> REQUIREMENT: Within the records below is a range that opens at the line with "return complex(re === 0" and closes at the line with "const keys = Object.keys(record);". Return that range word for word, both ends included, and only that range.

########################################

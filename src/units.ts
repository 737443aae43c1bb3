// Engineering units at the edge of the core: text such as "5.8 GHz", "0.508 mm" or "22-j31" in,
// SI numbers out; and SI numbers back to engineering text. Nothing else in the core sees units.
import { complex, type Complex } from './math/complex.js';
import { fail } from './diagnostics.js';
import { impedanceText, trimmed } from './format.js';

export type Dimension = 'length' | 'frequency' | 'impedance' | 'conductivity' | 'dimensionless';

/**
 * SI prefixes and their powers of ten (NIST SP 811, 2008, Table 5; BIPM SI Brochure, 9th ed., 2019,
 * Table 7). The micro sign U+00B5 is the symbol we write; U+03BC and "u" are read as aliases.
 */
export const SI_PREFIXES: readonly { readonly symbol: string; readonly name: string; readonly exponent: number }[] = [
  { symbol: 'y', name: 'yocto', exponent: -24 },
  { symbol: 'z', name: 'zepto', exponent: -21 },
  { symbol: 'a', name: 'atto', exponent: -18 },
  { symbol: 'f', name: 'femto', exponent: -15 },
  { symbol: 'p', name: 'pico', exponent: -12 },
  { symbol: 'n', name: 'nano', exponent: -9 },
  { symbol: 'µ', name: 'micro', exponent: -6 },
  { symbol: 'm', name: 'milli', exponent: -3 },
  { symbol: 'c', name: 'centi', exponent: -2 },
  { symbol: '', name: '', exponent: 0 },
  { symbol: 'k', name: 'kilo', exponent: 3 },
  { symbol: 'M', name: 'mega', exponent: 6 },
  { symbol: 'G', name: 'giga', exponent: 9 },
  { symbol: 'T', name: 'tera', exponent: 12 },
  { symbol: 'P', name: 'peta', exponent: 15 },
  { symbol: 'E', name: 'exa', exponent: 18 },
  { symbol: 'Z', name: 'zetta', exponent: 21 },
  { symbol: 'Y', name: 'yotta', exponent: 24 },
];

/** A unit the parser accepts: value × factor × 10^exponent, with factor an exact integer. */
interface UnitEntry {
  readonly text: string;
  readonly exponent: number;
  readonly factor?: number;
}

const siUnits = (bases: readonly string[], prefixes: readonly string[]): UnitEntry[] =>
  bases.flatMap((base) =>
    prefixes.map((p) => {
      const exponent = SI_PREFIXES.find((q) => q.symbol === p)?.exponent ?? 0;
      return { text: `${p}${base}`, exponent };
    }),
  );

const withMicroAliases = (units: UnitEntry[]): UnitEntry[] =>
  units.flatMap((u) => (u.text.startsWith('µ') ? [u, { ...u, text: `u${u.text.slice(1)}` }, { ...u, text: `μ${u.text.slice(1)}` }] : [u]));

const OHM_SYMBOLS = ['\u03A9', '\u2126', 'ohm', 'ohms', 'Ohm', 'Ohms'];

// Per dimension, only the units an RF engineer would write. Frequency has no sub-hertz prefixes on
// purpose: "915 mHz" is a typo for MHz far more often than it is 0.915 Hz.
const UNITS: Readonly<Record<Exclude<Dimension, 'dimensionless'>, readonly UnitEntry[]>> = {
  length: [
    ...withMicroAliases(siUnits(['m'], ['n', 'µ', 'm', 'c', ''])),
    // 1 mil = 0.001 in = 25.4 µm and 1 in = 25.4 mm, both exact (NIST SP 811, 2008, Appendix B.8).
    { text: 'mil', exponent: -7, factor: 254 },
    { text: 'mils', exponent: -7, factor: 254 },
    { text: 'thou', exponent: -7, factor: 254 },
    { text: 'in', exponent: -4, factor: 254 },
    // Copper weight: 1 oz of copper over 1 ft² is taken as 34.8 µm thick (common practice, no source).
    { text: 'oz', exponent: -7, factor: 348 },
  ],
  frequency: siUnits(['Hz'], ['', 'k', 'M', 'G', 'T']),
  impedance: siUnits(OHM_SYMBOLS, ['m', '', 'k', 'M']),
  conductivity: siUnits(['S/m'], ['', 'k', 'M']),
};

const UNIT_ADVICE: Readonly<Record<Dimension, string>> = {
  length: 'use mm, um, mil or m (e.g. 0.508 mm)',
  frequency: 'use Hz, kHz, MHz or GHz (e.g. 5.8 GHz)',
  impedance: 'use a number of ohms (e.g. 50 or 50 ohm)',
  conductivity: 'use S/m or MS/m (e.g. 5.8e7 S/m)',
  dimensionless: 'use a plain number (e.g. 4.4)',
};

const ARTICLE: Readonly<Record<Dimension, string>> = {
  length: 'a length',
  frequency: 'a frequency',
  impedance: 'an impedance',
  conductivity: 'a conductivity',
  dimensionless: 'a plain number',
};

/** Decimal number: optional sign, digits with optional fraction, optional exponent. No hex, no "NaN". */
const NUMBER = String.raw`[+-]?(?:\d+(?:\.\d*)?|\.\d+)(?:[eE][+-]?\d+)?`;
const UNSIGNED = String.raw`(?:\d+(?:\.\d*)?|\.\d+)(?:[eE][+-]?\d+)?`;
const QUANTITY_RE = new RegExp(String.raw`^(${NUMBER})\s*(.*)$`, 's');

/** Show a user's value inside a one-line message: JSON-quoted, control characters escaped, shortened. */
export function shown(value: unknown): string {
  let text: string;
  if (typeof value === 'string') text = JSON.stringify(value);
  else if (typeof value === 'number' || typeof value === 'boolean' || value === null) text = String(value);
  else if (value === undefined) text = 'nothing';
  else if (Array.isArray(value)) text = 'a list';
  else if (typeof value === 'object') text = 'a mapping';
  else text = typeof value;
  return text.length > 48 ? `${text.slice(0, 45)}…` : text;
}

/** Decimal text × 10^exponent, rounded once (the string carries the exponent, so 0.508 mm is exactly 0.508e-3). */
function scaledDecimal(numberText: string, exponent: number): number {
  const m = /^([+-]?(?:\d+(?:\.\d*)?|\.\d+))(?:[eE]([+-]?\d+))?$/.exec(numberText);
  if (!m) return Number.NaN;
  const own = m[2] === undefined ? 0 : Number(m[2]);
  return Number(`${m[1]}e${own + exponent}`);
}

function finiteOrFail(value: number, original: unknown, dimension: Dimension, where: string): number {
  if (!Number.isFinite(value)) fail('spec.invalid', where, `${shown(original)} is not a finite number; ${UNIT_ADVICE[dimension]}`);
  return value;
}

/**
 * An engineering quantity in SI units. Numbers are taken as already SI (Hz, Ω, S/m) except for
 * lengths, where a bare number other than 0 is refused: "1.6" could be mm, mil or m.
 */
export function parseQuantity(value: unknown, dimension: Dimension, where: string): number {
  if (typeof value === 'number') {
    finiteOrFail(value, value, dimension, where);
    if (dimension === 'length' && value !== 0) {
      fail('spec.invalid', where, `${shown(value)} has no unit; lengths need one: ${UNIT_ADVICE.length}`);
    }
    return value === 0 ? 0 : value;
  }
  if (typeof value !== 'string') {
    return fail('spec.invalid', where, `${shown(value)} is not ${ARTICLE[dimension]}; ${UNIT_ADVICE[dimension]}`);
  }
  const text = value.trim();
  const m = QUANTITY_RE.exec(text);
  if (!m) return fail('spec.invalid', where, `${shown(value)} is not ${ARTICLE[dimension]}; ${UNIT_ADVICE[dimension]}`);
  const numberText = m[1] ?? '';
  const unitText = (m[2] ?? '').trim();
  if (unitText === '') {
    if (dimension === 'length' && Number(numberText) !== 0) {
      fail('spec.invalid', where, `${shown(value)} has no unit; lengths need one: ${UNIT_ADVICE.length}`);
    }
    const plain = finiteOrFail(Number(numberText), value, dimension, where);
    return plain === 0 ? 0 : plain;
  }
  if (dimension === 'dimensionless') {
    return fail('spec.invalid', where, `${shown(value)} should have no unit; ${UNIT_ADVICE.dimensionless}`);
  }
  const units = UNITS[dimension];
  const unit = units.find((u) => u.text === unitText);
  if (!unit) {
    const caseFix = units.find((u) => u.text.toLowerCase() === unitText.toLowerCase());
    const hint = caseFix ? `did you mean ${caseFix.text}? (unit prefixes are case-sensitive: m is milli, M is mega)` : UNIT_ADVICE[dimension];
    return fail('spec.invalid', where, `${shown(value)} is not ${ARTICLE[dimension]}; ${hint}`);
  }
  // Multiply by the integer factor first, then divide by an exact power of ten: 1 mil is then
  // exactly the double nearest 25.4 µm.
  const scaled = unit.factor === undefined ? scaledDecimal(numberText, unit.exponent) : (Number(numberText) * unit.factor) / 10 ** -unit.exponent;
  const result = finiteOrFail(scaled, value, dimension, where);
  return result === 0 ? 0 : result;
}

const IMPEDANCE_ADVICE = 'write it as R+jX in ohms (e.g. 50, 22-j31, 12.5+j4 or 22-31j)';
const IMPEDANCE_UNIT_RE = /\s*(?:\u03A9|\u2126|ohms?|Ohms?)$/u;
const REAL_ONLY = new RegExp(`^(${NUMBER})$`);
const IMAG_ONLY_J_FIRST = new RegExp(`^([+-]?)\\s*j\\s*(${UNSIGNED})$`);
const IMAG_ONLY_J_LAST = new RegExp(`^([+-]?)\\s*(${UNSIGNED})\\s*j$`);
const BOTH_J_FIRST = new RegExp(`^(${NUMBER})\\s*([+-])\\s*j\\s*(${UNSIGNED})$`);
const BOTH_J_LAST = new RegExp(`^(${NUMBER})\\s*([+-])\\s*(${UNSIGNED})\\s*j$`);

/**
 * A complex impedance in ohms, in the trade's notation: 50, 22-j31, 12.5+j4, -j5, 22 - j31, 22-31j,
 * "50 ohm", "12.5+j4 Ω". A {re, im} mapping is accepted too. Physical sense (Re > 0) is not judged here.
 */
export function parseImpedance(value: unknown, where: string): Complex {
  const bad = (): never => fail('spec.invalid', where, `${shown(value)} is not an impedance; ${IMPEDANCE_ADVICE}`);
  const finite = (re: number, im: number): Complex => {
    if (!Number.isFinite(re) || !Number.isFinite(im)) {
      fail('spec.invalid', where, `${shown(value)} is not a finite impedance; ${IMPEDANCE_ADVICE}`);
    }
    return complex(re === 0 ? 0 : re, im === 0 ? 0 : im);
  };
  if (typeof value === 'number') return finite(value, 0);
  if (value !== null && typeof value === 'object' && !Array.isArray(value)) {
    const record = value as Record<string, unknown>;
    const keys = Object.keys(record);
    if (keys.every((k) => k === 're' || k === 'im') && typeof record.re === 'number' && (record.im === undefined || typeof record.im === 'number')) {
      return finite(record.re, typeof record.im === 'number' ? record.im : 0);
    }
    return bad();
  }
  if (typeof value !== 'string') return bad();
  let text = value.trim().replace(IMPEDANCE_UNIT_RE, '').trim();
  if (text.startsWith('(') && text.endsWith(')')) text = text.slice(1, -1).trim();
  const sign = (s: string | undefined): number => (s === '-' ? -1 : 1);
  let m = REAL_ONLY.exec(text);
  if (m) return finite(Number(m[1]), 0);
  m = IMAG_ONLY_J_FIRST.exec(text) ?? IMAG_ONLY_J_LAST.exec(text);
  if (m) return finite(0, sign(m[1]) * Number(m[2]));
  m = BOTH_J_FIRST.exec(text) ?? BOTH_J_LAST.exec(text);
  if (m) return finite(Number(m[1]), sign(m[2]) * Number(m[3]));
  return bad();
}

/** Complex impedance as text that parseImpedance reads back (the trade's notation, via src/format.ts). */
export const formatImpedance = (z: Complex, decimals = 2): string => impedanceText(z.re, z.im, decimals);

/**
 * A value with an SI prefix chosen so the mantissa lies in [1, 1000): 5.8e9 Hz → "5.8 GHz",
 * 508e-6 m → "508 µm". `digits` are significant digits (default 4), trailing zeros trimmed.
 */
export function formatEngineering(value: number, unit: string, digits = 4): string {
  if (!Number.isFinite(value)) throw new RangeError(`cannot format non-finite number ${value}`);
  if (!Number.isInteger(digits) || digits < 1 || digits > 15) throw new RangeError(`digits must be an integer 1–15, got ${digits}`);
  if (value === 0) return `0 ${unit}`;
  const magnitude = Math.abs(value);
  // Beyond the prefix table no prefix fits; write E-notation, which parseQuantity reads back.
  if (magnitude < 1e-24 || magnitude >= 1e27) {
    return `${value.toExponential(digits - 1).replace(/\.?0+e/, 'e')} ${unit}`;
  }
  const minExponent = SI_PREFIXES[0]?.exponent ?? -24;
  const maxExponent = SI_PREFIXES[SI_PREFIXES.length - 1]?.exponent ?? 24;
  const pick = (exponent: number): { mantissa: number; exponent: number } => {
    const clamped = Math.min(maxExponent, Math.max(minExponent, exponent));
    return { mantissa: magnitude / 10 ** clamped, exponent: clamped };
  };
  let { mantissa, exponent } = pick(Math.floor(Math.log10(magnitude) / 3) * 3);
  // log10 may land a hair off near powers of ten; settle the mantissa into [1, 1000).
  if (mantissa >= 1000 && exponent < maxExponent) ({ mantissa, exponent } = pick(exponent + 3));
  if (mantissa < 1 && exponent > minExponent) ({ mantissa, exponent } = pick(exponent - 3));
  const decimalsFor = (m: number): number => Math.min(20, Math.max(0, digits - 1 - Math.floor(Math.log10(m))));
  let decimals = decimalsFor(mantissa);
  let rounded = Number(mantissa.toFixed(decimals));
  if (rounded >= 1000 && exponent < maxExponent) {
    // 999.96 at 4 digits rounds to 1000: step up a prefix instead of writing "1000 MHz".
    ({ mantissa, exponent } = pick(exponent + 3));
    decimals = decimalsFor(mantissa);
    rounded = Number(mantissa.toFixed(decimals));
  }
  if (rounded >= 1000) return `${value.toExponential(digits - 1).replace(/\.?0+e/, 'e')} ${unit}`;
  const prefix = SI_PREFIXES.find((p) => p.exponent === exponent)?.symbol ?? '';
  const signed = value < 0 ? -rounded : rounded;
  return `${trimmed(signed, decimals)} ${prefix}${unit}`;
}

########################################

> RESPONSE TO THIS EXERCISE:
    return complex(re === 0 ? 0 : re, im === 0 ? 0 : im);
  };
  if (typeof value === 'number') return finite(value, 0);
  if (value !== null && typeof value === 'object' && !Array.isArray(value)) {
    const record = value as Record<string, unknown>;
    const keys = Object.keys(record);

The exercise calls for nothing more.